### [ASSIGNED TASK]
Look through the records and copy each line with the string "replace" in it.

### [DATA UNDER STUDY]
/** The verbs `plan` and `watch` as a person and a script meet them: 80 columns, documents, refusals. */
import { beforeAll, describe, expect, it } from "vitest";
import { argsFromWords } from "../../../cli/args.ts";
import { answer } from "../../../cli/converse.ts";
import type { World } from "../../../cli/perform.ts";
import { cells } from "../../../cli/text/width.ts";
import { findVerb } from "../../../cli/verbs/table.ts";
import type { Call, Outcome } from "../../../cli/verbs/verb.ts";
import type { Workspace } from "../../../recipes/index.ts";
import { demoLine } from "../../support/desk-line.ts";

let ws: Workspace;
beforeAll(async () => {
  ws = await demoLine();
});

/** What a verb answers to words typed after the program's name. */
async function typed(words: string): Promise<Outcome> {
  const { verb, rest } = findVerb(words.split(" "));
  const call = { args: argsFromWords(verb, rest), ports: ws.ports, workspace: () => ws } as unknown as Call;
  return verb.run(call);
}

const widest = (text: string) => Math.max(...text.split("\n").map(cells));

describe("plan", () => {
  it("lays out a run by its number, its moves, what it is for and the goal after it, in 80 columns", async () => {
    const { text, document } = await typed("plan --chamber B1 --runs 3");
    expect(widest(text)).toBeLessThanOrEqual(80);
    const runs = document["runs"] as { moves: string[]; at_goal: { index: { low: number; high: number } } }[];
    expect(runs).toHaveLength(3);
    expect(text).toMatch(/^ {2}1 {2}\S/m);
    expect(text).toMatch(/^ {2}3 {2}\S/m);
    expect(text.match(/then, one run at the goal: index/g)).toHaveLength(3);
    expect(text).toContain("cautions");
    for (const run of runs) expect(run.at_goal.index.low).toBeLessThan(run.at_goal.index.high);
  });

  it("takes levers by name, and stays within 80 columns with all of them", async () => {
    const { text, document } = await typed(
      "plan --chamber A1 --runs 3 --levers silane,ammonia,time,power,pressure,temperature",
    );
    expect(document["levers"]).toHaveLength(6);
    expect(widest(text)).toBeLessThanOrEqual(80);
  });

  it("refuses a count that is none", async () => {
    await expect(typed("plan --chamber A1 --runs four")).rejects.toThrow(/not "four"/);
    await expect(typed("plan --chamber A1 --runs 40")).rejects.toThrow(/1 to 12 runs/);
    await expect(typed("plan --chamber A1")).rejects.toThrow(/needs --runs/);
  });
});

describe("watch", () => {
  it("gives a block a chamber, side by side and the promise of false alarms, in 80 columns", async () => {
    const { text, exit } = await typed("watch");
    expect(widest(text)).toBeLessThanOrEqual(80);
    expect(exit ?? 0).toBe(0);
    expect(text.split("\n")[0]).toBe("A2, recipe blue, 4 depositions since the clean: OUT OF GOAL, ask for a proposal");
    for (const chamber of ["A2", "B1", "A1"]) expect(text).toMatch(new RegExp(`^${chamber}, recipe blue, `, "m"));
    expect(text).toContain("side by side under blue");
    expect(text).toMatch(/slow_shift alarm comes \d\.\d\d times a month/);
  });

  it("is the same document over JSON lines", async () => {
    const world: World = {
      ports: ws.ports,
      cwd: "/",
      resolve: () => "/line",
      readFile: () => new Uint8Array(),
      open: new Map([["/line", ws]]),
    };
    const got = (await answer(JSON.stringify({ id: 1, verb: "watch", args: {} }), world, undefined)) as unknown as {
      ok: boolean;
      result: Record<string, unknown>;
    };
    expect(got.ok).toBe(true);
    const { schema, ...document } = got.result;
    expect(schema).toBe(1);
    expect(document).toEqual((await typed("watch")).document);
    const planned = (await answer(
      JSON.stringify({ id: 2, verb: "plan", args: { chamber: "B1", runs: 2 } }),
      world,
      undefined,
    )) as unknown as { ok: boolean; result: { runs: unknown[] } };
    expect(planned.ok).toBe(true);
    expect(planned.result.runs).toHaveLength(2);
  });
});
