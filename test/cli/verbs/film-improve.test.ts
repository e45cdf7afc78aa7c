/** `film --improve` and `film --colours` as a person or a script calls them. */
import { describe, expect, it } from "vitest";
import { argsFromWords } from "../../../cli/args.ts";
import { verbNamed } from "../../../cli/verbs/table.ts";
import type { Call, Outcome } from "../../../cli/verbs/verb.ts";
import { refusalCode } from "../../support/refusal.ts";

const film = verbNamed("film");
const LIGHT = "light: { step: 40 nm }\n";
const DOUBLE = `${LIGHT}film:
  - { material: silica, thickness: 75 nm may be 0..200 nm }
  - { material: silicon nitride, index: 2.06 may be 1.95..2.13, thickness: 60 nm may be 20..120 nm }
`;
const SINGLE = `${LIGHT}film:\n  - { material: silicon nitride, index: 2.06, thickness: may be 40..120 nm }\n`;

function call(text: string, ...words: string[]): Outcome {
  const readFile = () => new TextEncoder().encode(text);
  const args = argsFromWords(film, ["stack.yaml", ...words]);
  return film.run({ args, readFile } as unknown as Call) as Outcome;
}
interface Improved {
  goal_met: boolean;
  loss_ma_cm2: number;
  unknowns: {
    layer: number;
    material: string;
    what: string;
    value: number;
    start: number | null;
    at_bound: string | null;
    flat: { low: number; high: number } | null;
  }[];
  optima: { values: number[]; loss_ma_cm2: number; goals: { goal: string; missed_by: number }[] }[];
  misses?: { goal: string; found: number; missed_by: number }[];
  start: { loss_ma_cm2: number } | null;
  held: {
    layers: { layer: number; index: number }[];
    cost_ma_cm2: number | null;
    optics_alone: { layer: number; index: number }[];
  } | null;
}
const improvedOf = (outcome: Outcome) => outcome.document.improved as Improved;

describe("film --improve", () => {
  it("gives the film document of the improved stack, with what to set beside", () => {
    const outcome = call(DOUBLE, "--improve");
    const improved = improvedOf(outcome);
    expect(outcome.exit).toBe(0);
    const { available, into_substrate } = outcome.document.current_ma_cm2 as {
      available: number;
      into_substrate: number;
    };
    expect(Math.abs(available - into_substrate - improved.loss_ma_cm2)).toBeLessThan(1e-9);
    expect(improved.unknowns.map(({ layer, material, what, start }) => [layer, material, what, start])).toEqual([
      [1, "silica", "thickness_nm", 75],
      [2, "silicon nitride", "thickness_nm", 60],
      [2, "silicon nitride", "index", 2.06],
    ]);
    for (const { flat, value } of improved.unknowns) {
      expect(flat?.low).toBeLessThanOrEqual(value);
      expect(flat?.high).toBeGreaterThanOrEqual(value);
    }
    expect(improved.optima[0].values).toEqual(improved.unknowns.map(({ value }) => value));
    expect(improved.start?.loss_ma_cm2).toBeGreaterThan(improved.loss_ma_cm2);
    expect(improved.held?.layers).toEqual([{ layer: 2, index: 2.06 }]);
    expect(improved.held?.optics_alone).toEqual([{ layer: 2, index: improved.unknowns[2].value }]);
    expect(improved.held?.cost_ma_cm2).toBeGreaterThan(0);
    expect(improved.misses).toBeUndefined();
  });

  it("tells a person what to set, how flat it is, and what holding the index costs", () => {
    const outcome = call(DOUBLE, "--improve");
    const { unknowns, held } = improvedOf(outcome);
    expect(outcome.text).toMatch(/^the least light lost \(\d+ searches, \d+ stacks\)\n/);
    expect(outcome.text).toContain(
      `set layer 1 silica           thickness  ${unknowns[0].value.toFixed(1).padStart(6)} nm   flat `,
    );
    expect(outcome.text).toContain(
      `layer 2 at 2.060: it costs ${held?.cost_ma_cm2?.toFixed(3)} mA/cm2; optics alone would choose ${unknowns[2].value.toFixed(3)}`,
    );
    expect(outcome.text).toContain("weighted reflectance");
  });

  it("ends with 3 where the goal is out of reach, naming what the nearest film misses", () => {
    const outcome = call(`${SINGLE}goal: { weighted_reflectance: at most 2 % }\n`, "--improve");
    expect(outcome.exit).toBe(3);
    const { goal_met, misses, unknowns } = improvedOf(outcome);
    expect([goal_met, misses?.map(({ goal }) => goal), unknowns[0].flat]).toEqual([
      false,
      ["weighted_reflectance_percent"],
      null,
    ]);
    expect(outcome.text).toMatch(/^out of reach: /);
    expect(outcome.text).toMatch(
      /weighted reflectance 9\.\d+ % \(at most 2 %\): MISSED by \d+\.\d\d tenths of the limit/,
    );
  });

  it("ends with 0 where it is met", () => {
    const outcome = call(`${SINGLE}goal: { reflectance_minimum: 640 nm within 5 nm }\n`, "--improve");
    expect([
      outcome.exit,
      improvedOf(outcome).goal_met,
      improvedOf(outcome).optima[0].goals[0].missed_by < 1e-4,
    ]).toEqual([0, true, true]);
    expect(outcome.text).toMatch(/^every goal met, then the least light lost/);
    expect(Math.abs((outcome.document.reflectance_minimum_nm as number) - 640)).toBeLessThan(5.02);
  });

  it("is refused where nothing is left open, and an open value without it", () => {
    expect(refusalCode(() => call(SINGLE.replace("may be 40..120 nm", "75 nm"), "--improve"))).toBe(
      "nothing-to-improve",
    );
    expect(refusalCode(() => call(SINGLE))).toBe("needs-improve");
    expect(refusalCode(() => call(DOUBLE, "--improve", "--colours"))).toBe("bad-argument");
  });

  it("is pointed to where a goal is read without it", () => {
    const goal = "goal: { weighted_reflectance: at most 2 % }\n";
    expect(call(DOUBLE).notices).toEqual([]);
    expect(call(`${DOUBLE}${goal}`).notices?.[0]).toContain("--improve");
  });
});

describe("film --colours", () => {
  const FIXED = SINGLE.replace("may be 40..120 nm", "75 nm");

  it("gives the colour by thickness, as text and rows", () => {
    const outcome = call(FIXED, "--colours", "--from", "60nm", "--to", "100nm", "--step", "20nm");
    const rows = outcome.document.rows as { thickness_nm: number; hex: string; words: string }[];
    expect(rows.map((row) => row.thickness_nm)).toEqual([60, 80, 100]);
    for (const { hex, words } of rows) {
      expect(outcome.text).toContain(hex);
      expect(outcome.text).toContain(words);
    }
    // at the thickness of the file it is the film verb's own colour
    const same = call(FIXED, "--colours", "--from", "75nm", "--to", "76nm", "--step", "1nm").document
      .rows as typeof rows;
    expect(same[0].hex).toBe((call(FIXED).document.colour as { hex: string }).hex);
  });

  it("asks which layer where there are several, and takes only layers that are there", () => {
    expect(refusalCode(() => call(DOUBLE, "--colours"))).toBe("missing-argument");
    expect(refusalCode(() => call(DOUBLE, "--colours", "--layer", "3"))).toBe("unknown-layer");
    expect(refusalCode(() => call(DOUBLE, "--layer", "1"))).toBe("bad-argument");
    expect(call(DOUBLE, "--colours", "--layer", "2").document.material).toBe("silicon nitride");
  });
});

### [YOUR RESPONSE]
    expect(refusalCode(() => call(SINGLE.replace("may be 40..120 nm", "75 nm"), "--improve"))).toBe(
  const FIXED = SINGLE.replace("may be 40..120 nm", "75 nm");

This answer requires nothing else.